package codec

import (
	"os/exec"
	"path/filepath"
	"testing"
)

// FuzzDecodeRLE checks that DecodeRLE never panics and, when it succeeds,
// returns exactly rows*cols*samples*bytes and survives a re-encode. Seeds
// are RLE frames from pydicom's test files (8/16 bits, 1 and 3 samples).
// Run with: go test -run '^$' -fuzz FuzzDecodeRLE -fuzztime 30s
func FuzzDecodeRLE(f *testing.F) {
	for _, name := range []string{"MR_small_RLE.dcm", "SC_rgb_rle.dcm", "SC_rgb_rle_16bit.dcm"} {
		im := readImage(f, pydicomFile(f, name))
		f.Add(im.encapsulated, uint16(im.rows), uint16(im.cols), uint8(im.spp), uint8(im.bitsAlloc))
	}
	f.Add(rleFrame([]byte{0xFE, 0xAA, 0x01, 0x05, 0x06}), uint16(1), uint16(5), uint8(1), uint8(8))
	f.Fuzz(func(t *testing.T, frame []byte, rows, cols uint16, spp, bits uint8) {
		out, err := DecodeRLE(frame, int(rows), int(cols), int(spp), int(bits))
		if err != nil {
			return
		}
		if want := int(rows) * int(cols) * int(spp) * int(bits) / 8; len(out) != want {
			t.Fatalf("decoded %d bytes, want %d", len(out), want)
		}
		enc, err := EncodeRLE(out, int(rows), int(cols), int(spp), int(bits))
		if err != nil {
			t.Fatalf("re-encode: %v", err)
		}
		back, err := DecodeRLE(enc, int(rows), int(cols), int(spp), int(bits))
		if err != nil || string(back) != string(out) {
			t.Fatalf("re-encoded frame does not round trip: %v", err)
		}
	})
}

// FuzzDecodeJPEGLossless checks that DecodeJPEGLossless never panics and
// that a decoded image has Width*Height*Components samples. Seeds are our
// encoding of pydicom's MR_small.dcm, the hand-built restart stream and,
// when DCMTK is installed, dcmcjpeg output for several selection values.
// Run with: go test -run '^$' -fuzz FuzzDecodeJPEGLossless -fuzztime 30s
func FuzzDecodeJPEGLossless(f *testing.F) {
	im := readImage(f, pydicomFile(f, "MR_small.dcm"))
	enc, err := EncodeJPEGLossless(samplesFromNative(im.interleaved(f), 16), im.cols, im.rows, 16)
	if err != nil {
		f.Fatal(err)
	}
	f.Add(enc)
	if _, err := exec.LookPath("dcmcjpeg"); err == nil {
		dir := f.TempDir()
		for i, args := range [][]string{{"+e1"}, {"+el", "+sv", "7"}, {"+el", "+sv", "4", "+pt", "1"}} {
			src := pydicomFile(f, "SC_rgb_small_odd.dcm")
			if i == 0 {
				src = pydicomFile(f, "MR_small.dcm")
			}
			out := filepath.Join(dir, "seed.dcm")
			run(f, "dcmcjpeg", append(args, src, out)...)
			f.Add(readImage(f, out).encapsulated)
		}
	}
	f.Fuzz(func(t *testing.T, data []byte) {
		img, err := DecodeJPEGLossless(data)
		if err != nil {
			return
		}
		if len(img.Samples) != img.Width*img.Height*img.Components {
			t.Fatalf("%d samples for %dx%dx%d", len(img.Samples), img.Width, img.Height, img.Components)
		}
	})
}

// FuzzDecodeJPEG2000 and FuzzDecodeJPEGLS check that the cgo decoders
// never crash and that a decoded frame has exactly the announced number
// of samples. Seeds are pydicom's MR_small frames. In a build without the
// codec every call returns NotBuiltError.
// Run with: go test -tags openjpeg -run '^$' -fuzz FuzzDecodeJPEG2000 -fuzztime 30s
func FuzzDecodeJPEG2000(f *testing.F) { fuzzCodec(f, "MR_small_jp2klossless.dcm", DecodeJPEG2000) }

// FuzzDecodeJPEGLS: see FuzzDecodeJPEG2000.
// Run with: go test -tags charls -run '^$' -fuzz FuzzDecodeJPEGLS -fuzztime 30s
func FuzzDecodeJPEGLS(f *testing.F) { fuzzCodec(f, "MR_small_jpeg_ls_lossless.dcm", DecodeJPEGLS) }

func fuzzCodec(f *testing.F, seed string, decode func([]byte, Expect) (*Frame, error)) {
	im := readImage(f, pydicomFile(f, seed))
	f.Add(im.encapsulated, uint8(im.rows), uint8(im.cols), uint8(im.spp), uint8(im.bitsAlloc))
	f.Fuzz(func(t *testing.T, frame []byte, rows, cols, spp, bits uint8) {
		fr, err := decode(frame, Expect{Rows: int(rows), Cols: int(cols), Components: int(spp), BitsAllocated: int(bits)})
		if err != nil {
			return
		}
		if len(fr.Samples) != int(rows)*int(cols)*int(spp) {
			t.Fatalf("decoded %d samples, want %d", len(fr.Samples), int(rows)*int(cols)*int(spp))
		}
	})
}

// FuzzInflateFrame checks that InflateFrame returns exactly size bytes or
// an error.
// Run with: go test -run '^$' -fuzz FuzzInflateFrame -fuzztime 30s
func FuzzInflateFrame(f *testing.F) {
	f.Add([]byte{0x63, 0x60, 0x00, 0x00}, uint16(2))
	f.Fuzz(func(t *testing.T, frame []byte, size uint16) {
		out, err := InflateFrame(frame, int(size))
		if err == nil && len(out) != int(size) {
			t.Fatalf("%d bytes, want %d", len(out), size)
		}
	})
}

» Exercise:
Check every line of the records above for the string "range". Copy those that hold it.

» Task result:
	for _, name := range []string{"MR_small_RLE.dcm", "SC_rgb_rle.dcm", "SC_rgb_rle_16bit.dcm"} {
		for i, args := range [][]string{{"+e1"}, {"+el", "+sv", "7"}, {"+el", "+sv", "4", "+pt", "1"}} {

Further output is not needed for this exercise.